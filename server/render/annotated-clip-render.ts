import { rename, rm } from 'node:fs/promises';
import path from 'node:path';
import type { Image } from '@napi-rs/canvas';
import type { AngleGauge, GaitEventMark, FrameLandmarks } from '../../src/contracts/annotations';
import type { Direction, Side } from '../../src/contracts/assessment';
import {
  ANNOTATED_CLIP_MAX_SOURCE_FRAMES,
  SLOW_MOTION_LABELS,
  type LandmarkOriginCounts,
  type SlowMotionFactor,
} from '../../src/contracts/annotated-clips';
import { STILL_CAUTION_LINE, type StillRect } from '../../src/contracts/sharing';
import { GAIT_EVENT_LABELS } from '../../src/contracts/annotations';
import { drawOverlay, landmarkFill, slowMotionTiming, type Canvas2DLike, type LandmarkFill } from '../../src/kinematics';
import { startH264Encoder } from '../media/encode-h264';
import { CANVAS_FONT_STACK, loadCanvas } from './fonts';
import { PANEL_GAP, clipSizes } from './annotated-clip-layout';
import { clampLines, wrapText } from './still-render';

/** One clip to play: where its frames come from and what is marked on it. */
export interface ClipPanelInput {
  /** Working frame size, px: the coordinate system of the landmarks. */
  frameSize: { width: number; height: number };
  /** Frame rate of the clip, frames/s (time labels; the first panel's sets the video's timing). */
  fps: number;
  /** JPEG/PNG bytes (or a file path) of working frame `index`. */
  readFrame(index: number): Promise<Buffer | string>;
  landmarks: readonly FrameLandmarks[];
  events: readonly GaitEventMark[];
  gauges?: readonly AngleGauge[];
  nearSide: Side;
  direction: Direction;
  /** Heading above the panel, e.g. "Re-test · 24 Nov 2026". */
  heading: string;
}

export interface AnnotatedClipRenderInput {
  /** One clip, or Baseline and Re-test side by side (drawn at the same height). */
  panels: ClipPanelInput[];
  /**
   * The source frames to show, in order: `steps[k][p]` is panel p's frame at video step k (one
   * entry per panel; a side-by-side clip's Re-test frames come from the time-warp).
   */
  steps: readonly (readonly number[])[];
  factor: SlowMotionFactor;
  caption: string;
  /** Whether angle arcs and degree labels are drawn (near side). */
  showAngles: boolean;
  /** The .mp4 to write: encoded under a hidden name beside it and renamed when complete, so it is never seen half written. */
  outFile: string;
  /** Called now and then with 0–1. */
  onProgress?: (fraction: number) => void | Promise<void>;
  /** Aborting stops drawing and kills ffmpeg. */
  signal?: AbortSignal;
}

export interface AnnotatedClipRenderOutput {
  width: number;
  height: number;
  /** Video frames written: steps × repeat. */
  frameCount: number;
  /** Times each source frame was written (the slow-motion rule). */
  repeat: number;
  outputFps: number;
  durationS: number;
  /** Where each panel's frame sits in the video, px. */
  layout: StillRect[];
  /** Per panel: how many steps showed marked, followed, interpolated or no landmarks. */
  origins: LandmarkOriginCounts[];
  /** What the clip says about its landmarks (drawn after the speed in the foot band). */
  note: string;
  /** CPU seconds ffmpeg spent encoding (its `-benchmark` figure), or null when it did not say. */
  encoderCpuS: number | null;
}

const INK = '#1B2A26';
const PAPER = '#FFFFFF';
const BAND = '#F1F5F3';
const MUTED = '#4A5A55';
/** An event's label stays up this long in playback, seconds, so it can be read in slow motion. */
const EVENT_LABEL_HOLD_S = 0.6;
/** Frames decoded ahead of the one being drawn. */
const READ_AHEAD = 3;

const even = (n: number) => Math.max(2, 2 * Math.round(n / 2));

/** The hidden name a video is encoded under beside `outFile` until it is complete. */
export function partialFileOf(outFile: string): string {
  return path.join(path.dirname(outFile), `.${path.basename(outFile)}.rendering`);
}

/** "Landmarks marked on 12 frames, followed on 30 and interpolated between marked frames on 18." */
export function landmarkNote(counts: LandmarkOriginCounts): string {
  const parts: string[] = [];
  if (counts.marked) parts.push(`marked on ${counts.marked} frame${counts.marked === 1 ? '' : 's'}`);
  if (counts.followed) parts.push(`followed on ${counts.followed}`);
  if (counts.interpolated) parts.push(`interpolated between marked frames on ${counts.interpolated}`);
  if (!parts.length) return 'No landmarks in this range.';
  const last = parts.pop()!;
  return `Landmarks ${parts.length ? `${parts.join(', ')} and ${last}` : last}.`;
}

/** The events of one side shown while the clip is at `frame`: those up to `hold` frames back. */
function eventsShown(events: readonly GaitEventMark[], frame: number, hold: number): string {
  return events
    .filter((e) => e.frame <= frame && frame - e.frame < hold)
    .sort((a, b) => b.frame - a.frame)
    .slice(0, 2)
    .map((e) => `${e.side === 'left' ? 'Left' : 'Right'} ${GAIT_EVENT_LABELS[e.kind].toLowerCase()}`)
    .join(' · ');
}

/**
 * Renders an annotated clip: every step's source frame(s) drawn with the SAME overlay the review
 * and the stills draw (`drawOverlay` on @napi-rs/canvas), a heading band per panel (visit, time,
 * event labels held {@link EVENT_LABEL_HOLD_S} s of playback), and a band below with the caption,
 * the speed and where the landmarks came from, and the caution line. Frames go to ffmpeg raw
 * (RGBA through a pipe; no file per frame), each source frame once; ffmpeg repeats it `repeat` times
 * after converting it, by the slow-motion rule (`slowMotionTiming`). Landmarks between marked frames: followed ones, else interpolated
 * (`landmarkFill`); a frame showing interpolated landmarks says so in its heading.
 */
export async function renderAnnotatedClip(input: AnnotatedClipRenderInput): Promise<AnnotatedClipRenderOutput> {
  const { createCanvas, loadImage } = await loadCanvas([input.caption, ...input.panels.map((p) => p.heading)]);
  const { panels, steps } = input;
  if (panels.length === 0) throw new RangeError('An annotated clip needs at least one clip.');
  if (steps.length === 0) throw new RangeError('An annotated clip needs at least one frame.');
  if (steps.length > ANNOTATED_CLIP_MAX_SOURCE_FRAMES)
    throw new RangeError(`An annotated clip can cover at most ${ANNOTATED_CLIP_MAX_SOURCE_FRAMES} frames; this one has ${steps.length}.`);
  const timing = slowMotionTiming(panels[0]!.fps, input.factor);

  const { widths, panelHeight, contentWidth, unit, phoneScale } = clipSizes(panels.map((p) => p.frameSize));
  const scratch = createCanvas(10, 10).getContext('2d');
  const captionFont = `400 ${Math.round(unit * 1.05)}px ${CANVAS_FONT_STACK}`;
  scratch.font = captionFont;
  const caption = input.caption.trim();
  // At most three lines under the video; a longer caption ends in "…" rather than stopping without a sign.
  const captionLines = caption ? clampLines(scratch, wrapText(scratch, caption, contentWidth - 2 * unit), 3, contentWidth - 2 * unit) : [];
  const lineHeight = Math.round(unit * 1.4);
  const smallSize = Math.max(10, Math.round(unit * 0.8));
  const footHeight = Math.round(unit * 0.6) + captionLines.length * lineHeight + Math.round(smallSize * 1.6) * 2 + Math.round(unit * 0.4);

  const fills: LandmarkFill[] = panels.map((p) => landmarkFill(p.landmarks));
  const holdFrames = panels.map((p) => Math.max(1, Math.round(EVENT_LABEL_HOLD_S * p.fps * input.factor)));
  const headingFont = `600 ${unit}px ${CANVAS_FONT_STACK}`;
  const statusFont = `400 ${Math.round(unit * 0.9)}px ${CANVAS_FONT_STACK}`;
  /** Panel `i`'s status at source frame `frame`: the time, the events just passed and the landmark origin. */
  const statusAt = (i: number, frame: number) => {
    const panel = panels[i]!;
    return [
      `${(frame / panel.fps).toFixed(2)} s`,
      eventsShown(panel.events, frame, holdFrames[i]!),
      fills[i]!.at(frame).origin === 'interpolated' ? 'landmarks interpolated' : '',
    ]
      .filter(Boolean)
      .join(' · ');
  };
  // The heading band: visit and status on one line when the longest of them fits, else status below.
  const widest = (font: string, texts: Iterable<string>) => {
    scratch.font = font;
    let w = 0;
    for (const t of texts) w = Math.max(w, scratch.measureText(t).width);
    return w;
  };
  const oneLine = panels.every((p, i) => {
    const statuses = new Set(steps.map((step) => statusAt(i, step[i]!)));
    return widest(headingFont, [p.heading]) + widest(statusFont, statuses) + 2.2 * unit <= widths[i]!;
  });
  const headingHeight = Math.round(unit * (oneLine ? 2.2 : 3.7));

  const width = even(contentWidth);
  const height = even(headingHeight + panelHeight + footHeight);
  const canvas = createCanvas(width, height);
  const ctx = canvas.getContext('2d');
  ctx.fillStyle = PAPER;
  ctx.fillRect(0, 0, width, height);

  const layout: StillRect[] = [];
  let x = 0;
  for (const w of widths) {
    layout.push({ x, y: headingHeight, width: w, height: panelHeight });
    x += w + PANEL_GAP;
  }
  const origins: LandmarkOriginCounts[] = panels.map(() => ({ marked: 0, followed: 0, interpolated: 0, none: 0 }));
  for (const step of steps) panels.forEach((_, i) => origins[i]![fills[i]!.at(step[i]!).origin]++);
  const notes = panels.map((p, i) => {
    const text = landmarkNote(origins[i]!);
    // Side by side: "Baseline: landmarks marked on …".
    return panels.length > 1 ? `${p.heading.split(' · ')[0]}: ${text.charAt(0).toLowerCase()}${text.slice(1)}` : text;
  });
  const note = notes.join(' ');

  // The foot band does not change: drawn once.
  const footTop = headingHeight + panelHeight;
  ctx.fillStyle = PAPER;
  ctx.fillRect(0, footTop, width, height - footTop);
  ctx.textAlign = 'left';
  ctx.textBaseline = 'top';
  let y = footTop + Math.round(unit * 0.6);
  ctx.fillStyle = INK;
  ctx.font = captionFont;
  for (const line of captionLines) {
    ctx.fillText(line, unit, y, width - 2 * unit);
    y += lineHeight;
  }
  ctx.font = `400 ${smallSize}px ${CANVAS_FONT_STACK}`;
  ctx.fillStyle = MUTED;
  ctx.fillText(`${SLOW_MOTION_LABELS[input.factor]}. ${note}`, unit, y, width - 2 * unit);
  y += Math.round(smallSize * 1.6);
  ctx.fillText(STILL_CAUTION_LINE, unit, y, width - 2 * unit);
  ctx.fillRect(0, height - 1, width, 1);

  function drawStep(k: number, images: Image[]): void {
    panels.forEach((panel, i) => {
      const rect = layout[i]!;
      const frame = steps[k]![i]!;
      const filled = fills[i]!.at(frame);
      // Heading band: visit, and the status on the right (or below it when the panel is narrow).
      ctx.fillStyle = BAND;
      ctx.fillRect(rect.x, 0, rect.width, headingHeight);
      ctx.textBaseline = 'middle';
      ctx.fillStyle = INK;
      ctx.font = headingFont;
      ctx.textAlign = 'left';
      const left = rect.x + unit * 0.6;
      const textWidth = rect.width - unit * 1.2;
      ctx.fillText(panel.heading, left, unit * 1.1, oneLine ? textWidth * 0.45 : textWidth);
      ctx.font = statusFont;
      if (oneLine) {
        ctx.textAlign = 'right';
        ctx.fillText(statusAt(i, frame), rect.x + rect.width - unit * 0.6, unit * 1.1, textWidth * 0.55);
      } else ctx.fillText(statusAt(i, frame), left, unit * 2.6, textWidth);

      const image = images[i]!;
      // At its own size a frame is copied as it is (no resampling).
      if (image.width === rect.width && image.height === rect.height) ctx.drawImage(image, rect.x, rect.y);
      else ctx.drawImage(image, rect.x, rect.y, rect.width, rect.height);
      const scale = rect.width / panel.frameSize.width;
      ctx.save();
      ctx.translate(rect.x, rect.y);
      ctx.scale(scale, rect.height / panel.frameSize.height);
      drawOverlay(ctx as unknown as Canvas2DLike, {
        frameSize: panel.frameSize,
        landmarks: filled.landmarks,
        nearSide: panel.nearSide,
        direction: panel.direction,
        showAngles: input.showAngles,
        scale: null,
        gauges: (panel.gauges ?? []).filter((g) => g.frame === frame),
        fontFamily: `${CANVAS_FONT_STACK}, sans-serif`,
        // A panel shown smaller than its frame keeps labels and markers readable on a phone.
        ...(scale < 0.999 ? { viewScale: scale * phoneScale } : {}),
      });
      ctx.restore();
    });
    if (panels.length > 1) {
      ctx.fillStyle = PAPER;
      for (let i = 1; i < layout.length; i++) ctx.fillRect(layout[i]!.x - PANEL_GAP, 0, PANEL_GAP, footTop);
    }
  }

  const read = (k: number) => Promise.all(panels.map(async (p, i) => loadImage(await p.readFrame(steps[k]![i]!))));
  const partial = partialFileOf(input.outFile);
  // Each source frame is drawn and piped once; ffmpeg makes the slow-motion copies (`repeat`).
  const encoder = startH264Encoder({ width, height, fps: timing.outputFps, repeat: timing.repeat, outFile: partial, signal: input.signal });
  const ahead: Promise<Image[]>[] = [];
  for (let k = 0; k < Math.min(READ_AHEAD, steps.length); k++) ahead.push(read(k));
  ahead.forEach((p) => p.catch(() => undefined));
  let reported = 0;
  try {
    for (let k = 0; k < steps.length; k++) {
      if (input.signal?.aborted) throw new Error('Rendering was cancelled.');
      const images = await ahead.shift()!;
      if (k + READ_AHEAD < steps.length) {
        const next = read(k + READ_AHEAD);
        next.catch(() => undefined);
        ahead.push(next);
      }
      drawStep(k, images);
      // canvas.data() is a copy: the next draw does not touch what ffmpeg still reads.
      await encoder.write(canvas.data());
      const fraction = (k + 1) / steps.length;
      if (input.onProgress && fraction - reported >= 0.02) {
        reported = fraction;
        await input.onProgress(Math.min(0.99, fraction));
      }
    }
    await encoder.finish();
    await rename(partial, input.outFile);
  } catch (err) {
    encoder.abort();
    await encoder.done.catch(() => undefined);
    await rm(partial, { force: true });
    throw err;
  }
  await input.onProgress?.(1);
  return {
    width,
    height,
    frameCount: steps.length * timing.repeat,
    repeat: timing.repeat,
    outputFps: timing.outputFps,
    durationS: steps.length / (panels[0]!.fps * input.factor),
    layout,
    origins,
    note,
    encoderCpuS: encoder.cpuSeconds(),
  };
}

- Problem to work on: Give only the number of lines in the preceding material that contain the string "does".

- Task response: 2